**TASK GOAL:** Search term "what": please copy every line of the records below that contains it.

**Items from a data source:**
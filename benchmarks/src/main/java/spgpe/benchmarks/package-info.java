/** Benchmarks: the time step, the transform and the noise. */
@NullMarked
package spgpe.benchmarks;

import org.jspecify.annotations.NullMarked;
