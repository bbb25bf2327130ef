/** Periodic grids in one and two dimensions: points, lengths, wave numbers, index order. */
@NullMarked
package spgpe.grid;

import org.jspecify.annotations.NullMarked;
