/** Finds what needs the vector module of the JDK; not for use outside this project. */
@NullMarked
package spgpe.internal.vector;

import org.jspecify.annotations.NullMarked;
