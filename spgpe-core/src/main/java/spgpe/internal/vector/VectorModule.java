package spgpe.internal.vector;

import java.util.Optional;

/**
 * The door to the classes that need the vector module of the JDK: they may not even load without it.
 * Nothing is cached.
 */
public final class VectorModule {
  private static final System.Logger LOG = System.getLogger(VectorModule.class.getName());
  private static final String MODULE = "jdk.incubator.vector";

  private VectorModule() {}

  /**
   * Makes an object of a class that needs the module.
   *
   * @param <T> what it is
   * @param name class name
   * @param type what it is
   * @return the object, or nothing if the module is not there; the reason is logged
   */
  public static <T> Optional<T> find(String name, Class<T> type) {
    if (ModuleLayer.boot().findModule(MODULE).isEmpty()) {
      LOG.log(
          System.Logger.Level.DEBUG,
          "no vector instructions: module {0} is not there; start Java with --add-modules {0}",
          MODULE);
      return Optional.empty();
    }
    try {
      return Optional.of(type.cast(Class.forName(name).getDeclaredConstructor().newInstance()));
    } catch (ReflectiveOperationException | LinkageError e) {
      LOG.log(System.Logger.Level.DEBUG, "no vector instructions: {0}", e.toString());
      return Optional.empty();
    }
  }
}
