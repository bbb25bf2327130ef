package spgpe.benchmarks;

import java.util.concurrent.TimeUnit;
import org.openjdk.jmh.annotations.Benchmark;
import org.openjdk.jmh.annotations.BenchmarkMode;
import org.openjdk.jmh.annotations.Fork;
import org.openjdk.jmh.annotations.Measurement;
import org.openjdk.jmh.annotations.Mode;
import org.openjdk.jmh.annotations.OutputTimeUnit;
import org.openjdk.jmh.annotations.Scope;
import org.openjdk.jmh.annotations.Setup;
import org.openjdk.jmh.annotations.State;
import org.openjdk.jmh.annotations.Warmup;
import spgpe.theory.CoupledPair;
import spgpe.theory.CriticalBubble;
import spgpe.theory.DecayRate;
import spgpe.theory.FloquetExponent;
import spgpe.theory.ModulatedCoupling;
import spgpe.theory.PairEquilibrium;
import spgpe.theory.RingModes;
import spgpe.theory.SingleComponentEquilibrium;

/** Time of one solution of each reference theory. */
@State(Scope.Thread)
@BenchmarkMode(Mode.AverageTime)
@OutputTimeUnit(TimeUnit.MILLISECONDS)
@Warmup(iterations = 2, time = 2)
@Measurement(iterations = 3, time = 2)
@Fork(1)
public class TheoryBenchmark {
  private static final double DAMPING = 0.1;

  private final CoupledPair stable = new CoupledPair(1, 1, 0.1, 0.15, 0.25);
  private final CoupledPair metastable = new CoupledPair(1, 1.1, 0.1, 0.225, 0.05);
  private final RingModes ring = new RingModes(48, 24);
  private final ModulatedCoupling modulated = new ModulatedCoupling(1, 1, 0.05, 0.05, 10);
  private CriticalBubble bubble;

  /** Finds the bubble that the rate is computed from. */
  @Setup
  public void prepare() {
    bubble = CriticalBubble.of(metastable, ring);
  }

  /**
   * Transfer operator of one component.
   *
   * @return the equilibrium
   */
  @Benchmark
  public SingleComponentEquilibrium singleComponent() {
    return SingleComponentEquilibrium.of(1, 1, 0.25);
  }

  /**
   * Transfer operator of the pair on the line.
   *
   * @return the equilibrium
   */
  @Benchmark
  public PairEquilibrium pairOnTheLine() {
    return PairEquilibrium.of(stable);
  }

  /**
   * Critical bubble with its fluctuation spectrum, 49 modes for each field.
   *
   * @return the bubble
   */
  @Benchmark
  public CriticalBubble criticalBubble() {
    return CriticalBubble.of(metastable, ring);
  }

  /**
   * Decay rate over a bubble that is known.
   *
   * @return rate of the ring
   */
  @Benchmark
  public double decayRate() {
    return DecayRate.of(bubble, metastable.temperature(), DAMPING).total();
  }

  /**
   * Floquet exponent at the first resonance.
   *
   * @return the exponent
   */
  @Benchmark
  public FloquetExponent floquet() {
    return modulated.floquet(modulated.resonantWaveNumber(), 0);
  }
}
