package spgpe.benchmarks;

import java.util.Optional;
import java.util.concurrent.TimeUnit;
import org.openjdk.jmh.annotations.Benchmark;
import org.openjdk.jmh.annotations.BenchmarkMode;
import org.openjdk.jmh.annotations.Fork;
import org.openjdk.jmh.annotations.Measurement;
import org.openjdk.jmh.annotations.Mode;
import org.openjdk.jmh.annotations.OutputTimeUnit;
import org.openjdk.jmh.annotations.Scope;
import org.openjdk.jmh.annotations.Setup;
import org.openjdk.jmh.annotations.State;
import org.openjdk.jmh.annotations.Warmup;
import spgpe.theory.CoupledPair;
import spgpe.theory.CriticalBubble;
import spgpe.theory.DecayRate;
import spgpe.theory.FloquetExponent;
import spgpe.theory.InstabilityBand;
import spgpe.theory.ModulatedCoupling;
import spgpe.theory.PairAverages;
import spgpe.theory.PairEquilibrium;
import spgpe.theory.PhaseEquilibrium;
import spgpe.theory.PlanarBubble;
import spgpe.theory.RadialBubble;
import spgpe.theory.RingModes;
import spgpe.theory.SingleComponentEquilibrium;

/** Time of one solution of each reference theory. */
@State(Scope.Thread)
@BenchmarkMode(Mode.AverageTime)
@OutputTimeUnit(TimeUnit.MILLISECONDS)
@Warmup(iterations = 2, time = 2)
@Measurement(iterations = 3, time = 2)
@Fork(1)
public class TheoryBenchmark {
  private static final double DAMPING = 0.1;

  private final CoupledPair stable = new CoupledPair(1, 1, 0.1, 0.15, 0.25);
  private final CoupledPair metastable = new CoupledPair(1, 1.1, 0.1, 0.225, 0.05);
  private final RingModes ring = new RingModes(48, 24);
  private final ModulatedCoupling modulated = new ModulatedCoupling(1, 1, 0.05, 0.05, 10);
  private CriticalBubble bubble;

  /** Finds the bubble that the rate is computed from. */
  @Setup
  public void prepare() {
    bubble = CriticalBubble.of(metastable, ring);
  }

  /**
   * Transfer operator of one component.
   *
   * @return the equilibrium
   */
  @Benchmark
  public SingleComponentEquilibrium singleComponent() {
    return SingleComponentEquilibrium.of(1, 1, 0.25);
  }

  /**
   * Transfer operator of the pair on the line.
   *
   * @return the equilibrium
   */
  @Benchmark
  public PairEquilibrium pairOnTheLine() {
    return PairEquilibrium.of(stable);
  }

  /**
   * Critical bubble with its fluctuation spectrum, 49 modes for each field.
   *
   * @return the bubble
   */
  @Benchmark
  public CriticalBubble criticalBubble() {
    return CriticalBubble.of(metastable, ring);
  }

  /**
   * Decay rate over a bubble that is known.
   *
   * @return rate of the ring
   */
  @Benchmark
  public double decayRate() {
    return DecayRate.of(bubble, metastable.temperature(), DAMPING).total();
  }

  /**
   * Critical bubble in the plane with its fluctuation spectrum, 797 modes for each field.
   *
   * @return the bubble
   */
  @Benchmark
  public PlanarBubble planarBubble() {
    return PlanarBubble.of(metastable, 36, 16);
  }

  /**
   * Exact equilibrium of the pair on a finite ring with the correction for the cutoff.
   *
   * @return averages
   */
  @Benchmark
  public PairAverages pairWithCutoff() {
    return PairEquilibrium.withCutoff(stable, new RingModes(32, 48));
  }

  /**
   * Equilibrium of the relative phase alone.
   *
   * @return the equilibrium
   */
  @Benchmark
  public PhaseEquilibrium phaseOnly() {
    return PhaseEquilibrium.of(stable);
  }

  /**
   * Critical bubble of the phase alone in the plane, by shooting.
   *
   * @return the bubble
   */
  @Benchmark
  public RadialBubble radialBubble() {
    return RadialBubble.of(1.5);
  }

  /**
   * Edges and largest growth of the first instability band.
   *
   * @return the band
   */
  @Benchmark
  public Optional<InstabilityBand> instabilityBand() {
    return modulated.firstBand(0);
  }

  /**
   * Floquet exponent at the first resonance.
   *
   * @return the exponent
   */
  @Benchmark
  public FloquetExponent floquet() {
    return modulated.floquet(modulated.resonantWaveNumber(), 0);
  }
}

**FINISHED TASK:**
/** Finds what needs the vector module of the JDK; not for use outside this project. */
   * @param <T> what it is
   * @param type what it is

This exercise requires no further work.